Avrei dovuto immaginarlo, la prima volta che l’ho incontrato, che sarebbe riuscito anche a fare il regista. Il cinema è da sempre una sua passione, forse perfino precedente alla musica. Ricordo che per raccontarmi come si era innamorato di un’amica che, mesi e mesi dopo, divenne la sua fidanzata, mi citò titoli di film italiani a me sconosciuti. Insieme passavano le domeniche sul divano e si divertivano a commentarli.

«Carolina mi piace anche per questo», confidò con entusiasmo in quell’intervista prima del suo debutto a Milano. Aggiungendo che poi però, tra loro, non succedeva niente. Che lui continuava a lasciargli biglietti omaggio alla cassa ma lei non si presentava ai suoi concerti. Era novembre 2016.

Una canzone non basta

Anche la malinconia è sempre stata parte del suo mondo. Allora come oggi, mentre racconta il suo film, in uscita al cinema il 26, 27 e 28 aprile prodotto da Warner Bros. Entertainment Italia e Cinemaundici. La storia è quella di Nic Vega – interpretato da Marco Cocci, ricordate il film di Paolo Virzì Ovosodo? – ex cantante famoso che vive in provincia senza nessuna voglia di riscatto. Fino a quando decide di tornare a Roma e, ospite della sua ex fidanzata Francesca, realizza un singolo di successo che lo fa riflettere sul senso delle scelte fatte. «È una storia d’amore mai davvero finita, uno spillo sottopelle che torna a farsi sentire», racconta Tommaso. E poi, «Ci sono state tante Francesca nella mia vita», butta lì.

Non ti bastava una canzone?
Il cinema è la mia grande passione da sempre e volevo provarci. “L’arte ha il potere di non far morire mai le cose”, diceva Ugo Foscolo. Non ho la pretesa di fare arte, ma ho sentito il bisogno di raccontare questa storia. Una canzone non sarebbe bastata e così è nato il film. La mia musica è ispirata dal cinema, e questo film lo dedico ai compositori di colonne sonore».

Cosa c’è, davvero, di autobiografico?
Io e il protagonista Nic abbiamo in comune l’eccesso, vivere tutto al massimo, casini e gioie, la paura del palco, il piacere del vino.
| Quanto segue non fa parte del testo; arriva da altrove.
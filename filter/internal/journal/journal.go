package journal

import (
	"bytes"
	"errors"
	"fmt"
	"io"
)

// File is what a journal stands in. Reading beyond the end gives io.EOF.
type File interface {
	io.ReaderAt
	io.WriterAt
	Truncate(size int64) error
	Sync() error // brings all that was written to the disk
}

// ErrForeign is a file that is no journal, or one of another version.
var ErrForeign = errors.New("not a journal that this program reads")

// Streams is how many streams a journal can have; they are numbered from 1 to Streams.
const Streams = 7

// Journal is a file of streams, of which what stands before the last mark can be read, and to which more can be written.
// It belongs to one goroutine.
type Journal struct {
	file File
	kept kept

	at    int64  // where the next frame goes
	sum   uint32 // of all bytes before
	begun bool   // frames have been written since Open
	buf   [Streams + 1][]byte
	frame []byte // scratch
}

// kept is the last mark.
type kept struct {
	end   int64 // offset behind it; 0: none
	sum   uint32
	marks int
	bytes []byte
}

// Open looks at what the file holds, and changes nothing. A file that is empty, or was left before its first mark was
// written, holds nothing. Errors: ErrForeign, and the file's as they are.
func Open(f File) (*Journal, error) {
	j := &Journal{file: f}
	begins := make([]byte, headLen)
	n, err := f.ReadAt(begins, 0)
	if err != nil && err != io.EOF {
		return nil, err
	}
	switch want := head(); {
	case n < headLen && bytes.HasPrefix(want, begins[:n]):
		return j, nil
	case n < headLen || !bytes.HasPrefix(begins, []byte(magic)):
		return nil, fmt.Errorf("%w: it begins with %q, not %q", ErrForeign, begins[:n], magic)
	case !bytes.Equal(begins, want):
		return nil, fmt.Errorf("%w: its version is not %d", ErrForeign, version)
	}
	frames := newFrames(f)
	for {
		kind, content, err := frames.next()
		switch {
		case err == io.EOF || err == errDamaged || err == nil && kind > Streams:
			return j, nil
		case err != nil:
			return nil, err
		case kind == mark:
			j.kept = kept{frames.at, frames.sum, j.kept.marks + 1, bytes.Clone(content)}
		}
	}
}

// Last gives the bytes of the last mark, and how many marks there are; 0 when the journal holds nothing.
func (j *Journal) Last() (mark []byte, marks int) { return j.kept.bytes, j.kept.marks }

// Clear has the journal hold nothing; the file is cut when something is written.
func (j *Journal) Clear() { j.kept = kept{} }

// Stream reads what a stream holds up to the last mark that was there at Open. Several may be read side by side.
func (j *Journal) Stream(number int) io.Reader {
	if j.kept.end == 0 {
		return bytes.NewReader(nil)
	}
	return &stream{frames: newFrames(j.file), kind: byte(number), end: j.kept.end}
}

// stream reads the frames of one kind.
type stream struct {
	frames *frames
	kind   byte
	end    int64
	rest   []byte
}

// Read implements io.Reader.
func (s *stream) Read(p []byte) (int, error) {
	for len(s.rest) == 0 {
		if s.frames.at >= s.end {
			return 0, io.EOF
		}
		kind, content, err := s.frames.next()
		if err != nil {
			if err == io.EOF {
				err = errDamaged // it was whole at Open
			}
			return 0, err
		}
		if kind == s.kind {
			s.rest = content
		}
	}
	n := copy(p, s.rest)
	s.rest = s.rest[n:]
	return n, nil
}

// Write appends bytes to a stream. They count once Mark has returned. Memory is bounded: what is long goes to the file at
// once.
func (j *Journal) Write(number int, p []byte) error {
	for len(p) > 0 {
		b := j.buf[number]
		n := min(len(p), maxFrame-len(b))
		j.buf[number] = append(b, p[:n]...)
		if p = p[n:]; len(j.buf[number]) == maxFrame {
			if err := j.flush(number); err != nil {
				return err
			}
		}
	}
	return nil
}

// Mark brings all streams to the disk, and then says so in the file. len(content) is at most 65536.
func (j *Journal) Mark(content []byte) error {
	for number := range j.buf {
		if len(j.buf[number]) > 0 {
			if err := j.flush(number); err != nil {
				return err
			}
		}
	}
	if err := j.put(mark, content); err != nil {
		return err
	}
	return j.file.Sync()
}

func (j *Journal) flush(number int) error {
	err := j.put(byte(number), j.buf[number])
	j.buf[number] = j.buf[number][:0]
	return err
}

// put writes one frame; before the first one, the file is cut behind the last mark.
func (j *Journal) put(kind byte, content []byte) error {
	if !j.begun {
		if err := j.begin(); err != nil {
			return err
		}
	}
	frame, sum := appendFrame(j.frame[:0], kind, content, j.sum)
	j.frame = frame
	if _, err := j.file.WriteAt(frame, j.at); err != nil {
		return err
	}
	j.at, j.sum = j.at+int64(len(frame)), sum
	return nil
}

func (j *Journal) begin() error {
	j.begun = true
	j.at, j.sum = j.kept.end, j.kept.sum
	if err := j.file.Truncate(j.at); err != nil {
		return err
	}
	if j.at > 0 {
		return nil
	}
	if _, err := j.file.WriteAt(head(), 0); err != nil {
		return err
	}
	frames := newFrames(j.file)
	j.at, j.sum = frames.at, frames.sum
	return nil
}
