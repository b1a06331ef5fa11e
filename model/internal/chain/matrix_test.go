package chain

import (
	"bytes"
	"encoding/binary"
	"encoding/json"
	"os"
	"path/filepath"
	"testing"
)

// Writes the benchmarks' matrix for testdata/liblinear.py, where LABELWEIR_MATRIX says, else to a place that goes away.
func TestWriteEncodedMatrix(t *testing.T) {
	path := os.Getenv("LABELWEIR_MATRIX")
	rows := benchRows
	if path == "" {
		path, rows = filepath.Join(t.TempDir(), "matrix"), 500
	}
	p := encoded(rows, .1, newRand(1))
	write := func(suffix string, v any) {
		var b bytes.Buffer
		if err := binary.Write(&b, binary.LittleEndian, v); err != nil {
			t.Fatal(err)
		}
		if err := os.WriteFile(path+suffix, b.Bytes(), 0o644); err != nil {
			t.Fatal(err)
		}
	}
	write(".x", p.X)
	write(".leaves", p.Leaves)
	write(".y", p.Y)
	meta, err := json.Marshal(map[string]any{"n": p.N, "dense": p.Dense, "trees": p.Trees,
		"leaf_cols": p.LeafCols, "leaf_value": p.LeafValue, "lambda": p.Lambda})
	if err != nil {
		t.Fatal(err)
	}
	if err := os.WriteFile(path+".json", meta, 0o644); err != nil {
		t.Fatal(err)
	}
	for suffix, want := range map[string]int{".x": 4 * rows * p.Dense, ".leaves": 4 * rows * p.Trees, ".y": rows} {
		if info, err := os.Stat(path + suffix); err != nil || info.Size() != int64(want) {
			t.Errorf("%s: %v bytes (%v), want %d", suffix, info, err, want)
		}
	}
}
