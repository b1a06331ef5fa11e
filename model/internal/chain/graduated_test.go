package chain

import (
	"math"
	"slices"
	"testing"
)

func TestGraduatedReportsTheObjectiveOfItsWeights(t *testing.T) {
	for _, trees := range []int{0, 10} {
		p, _ := linear(600, 8, trees, 12, .2, newRand(1))
		want := []float64{math.Inf(-1), -1, -.5, 0}
		for _, st := range Graduated(p, nil, want, newRand(2), &Scratch{}) {
			j := objective(p, st.Q, st.W)
			if math.Abs(j-st.J) > 1e-9 || !(st.J < 1) {
				t.Errorf("trees=%d q=%v: J=%v, from its weights %v", trees, st.Q, st.J, j)
			}
			t.Logf("trees=%d q=%v J=%.5f %v %d epochs", trees, st.Q, st.J, st.Status, st.Epochs)
		}
	}
}

func TestGraduatedIsTheSameForTheSameSeed(t *testing.T) {
	p, _ := linear(400, 6, 5, 9, .2, newRand(1))
	s := &Scratch{}
	a := Graduated(p, nil, []float64{-.5}, newRand(3), s)[0]
	big, _ := linear(900, 11, 3, 9, .2, newRand(7))
	Graduated(big, nil, []float64{0}, newRand(3), s) // dirties the scratch
	b := Graduated(p, nil, []float64{-.5}, newRand(3), s)[0]
	if !slices.Equal(a.W, b.W) || a.J != b.J {
		t.Error("same seed and used scratch gave other weights")
	}
}

func TestGraduatedDropsTheFlippedRows(t *testing.T) {
	p, flipped := linear(2000, 10, 0, 0, .2, newRand(5))
	st := Graduated(p, nil, []float64{0}, newRand(6), &Scratch{})[0]
	var hit, dropped, all int
	for i, f := range flipped {
		if f {
			all++
		}
		if !st.Keep[i] {
			dropped++
			if f {
				hit++
			}
		}
	}
	if float64(hit) < .8*float64(all) || float64(hit) < .5*float64(dropped) {
		t.Errorf("dropped %d rows, %d of them among the %d flipped", dropped, hit, all)
	}
}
Ma non voglio fare la sua fine, lui ha una vita travagliata. Io non più.

Cambiare tutto per non cambiare niente

È vero, Paradiso ha comprato una casa grande, ha adottato un secondo cane, e fa sport la mattina, prima di qualsiasi attività. «Ma la sostanza non è cambiata, sono sempre lo stesso», mi aveva raccontato qualche giorno fa, quando c’eravamo incontrati a Milano. E la sera, al party per la presentazione del suo album da solista, Space Cowboy, lo aveva dimostrato a tutti.

A saltare con lui – fino alla chiusura del locale – c’erano tanti colleghi, da Gazzelle a Rkomi, ma anche Alessandro Cattelan e l’amica influencer Alessandra Airò. E poi l’inseparabile fidanzata Carolina, oggi fondatrice della pagina Instagram “Talkinpills”, che aiuta i ventenni a orientarsi nel mondo del lavoro. Una manager moderna, che sta facendo di tutto per trovare la sua strada senza la visibilità del fidanzato di successo.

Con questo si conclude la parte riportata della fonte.